1491596841882 - Teachers struggle with modern learning environments

Teachers struggle with modern learning environments

Open-plan classrooms are popping up nationwide but teachers often struggle to adjust to a new way of working. What’s the benefit of modern learning environments? Adele Redmond reports.

If there’s a pot of gold at the end of the collaborative teaching rainbow, Dave* thinks it’s a small one.

He’s struggled with 50-child classrooms at his Christchurch primary school over the past few years and says he’s not the only one, with at least half his colleagues exhausted by what’s supposed to be the future of education.

Endless collaboration between teachers sharing the spaces has distracted them from teaching pupils, who are in turn distracted by each other. Learning outcomes have gone down, not up, but no one wants to discuss the elephant in the room, he says.

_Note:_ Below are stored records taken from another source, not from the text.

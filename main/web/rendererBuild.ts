/**
 * The built screens (dist/renderer/), built on demand with vite's JS API when the
 * output is missing or older than any source the screens are made from. A lock folder
 * keeps two launches from building into the same folder at once.
 */
import { mkdir, readdir, rm, stat } from 'node:fs/promises';
import { join } from 'node:path';

/**
 * Folders and files that go into the screens' bundle: the renderer imports the contract
 * and kinetics helpers, and the contract the reject reasons and source status.
 */
const SOURCE_DIRS = ['renderer', 'main/bridge', 'kinetics'];
const SOURCE_FILES = ['acquisition/sources/sourceStatus.ts'];
const STALE_LOCK_MS = 5 * 60_000;

export function rendererOutDir(root: string): string {
  return join(root, 'dist', 'renderer');
}

async function newestSource_ms(dir: string): Promise<number> {
  let newest = 0;
  let entries;
  try {
    entries = await readdir(dir, { withFileTypes: true });
  } catch {
    return 0;
  }
  for (const e of entries) {
    const p = join(dir, e.name);
    if (e.isDirectory()) newest = Math.max(newest, await newestSource_ms(p));
    else if (/\.(ts|html|css|json)$/.test(e.name) && !/\.test\.ts$/.test(e.name)) newest = Math.max(newest, (await stat(p)).mtimeMs);
  }
  return newest;
}

/** Why the screens need building, or null when dist/renderer/ is up to date. */
export async function rendererBuildReason(root: string): Promise<string | null> {
  let built_ms: number;
  try {
    built_ms = (await stat(join(rendererOutDir(root), 'index.html'))).mtimeMs;
  } catch {
    return 'not built yet';
  }
  let newest = 0;
  for (const d of SOURCE_DIRS) newest = Math.max(newest, await newestSource_ms(join(root, d)));
  for (const f of SOURCE_FILES) newest = Math.max(newest, await stat(join(root, f)).then((s) => s.mtimeMs, () => 0));
  return newest > built_ms ? 'sources changed since the last build' : null;
}

const sleep = (ms: number): Promise<void> => new Promise((r) => setTimeout(r, ms));

/** Builds the screens if needed; resolves to the output folder. `log` gets one line when a build runs. */
export async function ensureRendererBuilt(root: string, log: (line: string) => void = () => undefined): Promise<string> {
  const out = rendererOutDir(root);
  const lock = join(root, 'dist', '.renderer-build.lock');
  await mkdir(join(root, 'dist'), { recursive: true });
  for (;;) {
    if ((await rendererBuildReason(root)) === null) return out;
    try {
      await mkdir(lock);
      break;
    } catch {
      // Another launch is building: wait for it, unless its lock is left over from a crash.
      const age = await stat(lock).then((s) => Date.now() - s.mtimeMs, () => 0);
      if (age > STALE_LOCK_MS) await rm(lock, { recursive: true, force: true });
      else await sleep(250);
    }
  }
  try {
    const reason = await rendererBuildReason(root);
    if (reason === null) return out;
    log(`building the screens (${reason})…`);
    const { build } = await import('vite');
    await build({ configFile: join(root, 'renderer', 'vite.config.ts'), logLevel: 'warn' });
    return out;
  } finally {
    await rm(lock, { recursive: true, force: true });
  }
}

“People who will tell you in private they find it really hard won’t necessarily back you up in the staff room. Because you don’t want to be seen as a naysayer, because you don’t want to be seen as struggling, there’s a culture that this is a great idea.

READ MORE: * School doubles in size after bringing learning into 21st century * Top schools give multi-million dollar classrooms a fail grade* Kids in modern classrooms wrongly labelled as disruptive * Parents ditching schools with modern classrooms * Future proofing New Zealand classrooms

“You don’t want people to think you have a problem with your teaching partner and you don’t want to become the object of everyone trying to fix you.

“The standard answer will be that you need to upskill but skill isn’t the issue; the issue is a new system has been introduced and they haven’t thought about what they’re going to lose.”

The Ministry of Education has already spent hundreds of millions in its shift towards modern learning environments (MLEs) and the 50 to 300-person open-plan classrooms that characterise them.

Its aim of improving heating, lighting and digital technology in 115 Christchurch schools over the next 10 years aligns with international research that says healthy, comfortable classrooms help promote learning.

Open-plan classrooms, or flexible learning spaces, have been pursued through the Canterbury schools rebuild programme because it is thought they allow teachers to work in more innovative ways than single-cell classrooms.

However, the ministry’s own research makes clear simply changing the shape of buildings alone will not lead to better education.

A paper from the New Zealand Council for Educational Research says teachers struggle to let students learn through failure in MLEs, while Melbourne Education Research Institute director John Hattie wrote that, without investment in teachers, open classrooms are “missed opportunities” at best.

Ministry deputy secretary Katrina Casey says 21st century learning is about more than just knocking down walls.

Although flexible spaces can facilitate more student-led learning than traditional classrooms, “it is not the space that determines purposeful and focused relationships between teachers and their students”.

“Strong relationships with students are the core of good teaching and can form in any space.”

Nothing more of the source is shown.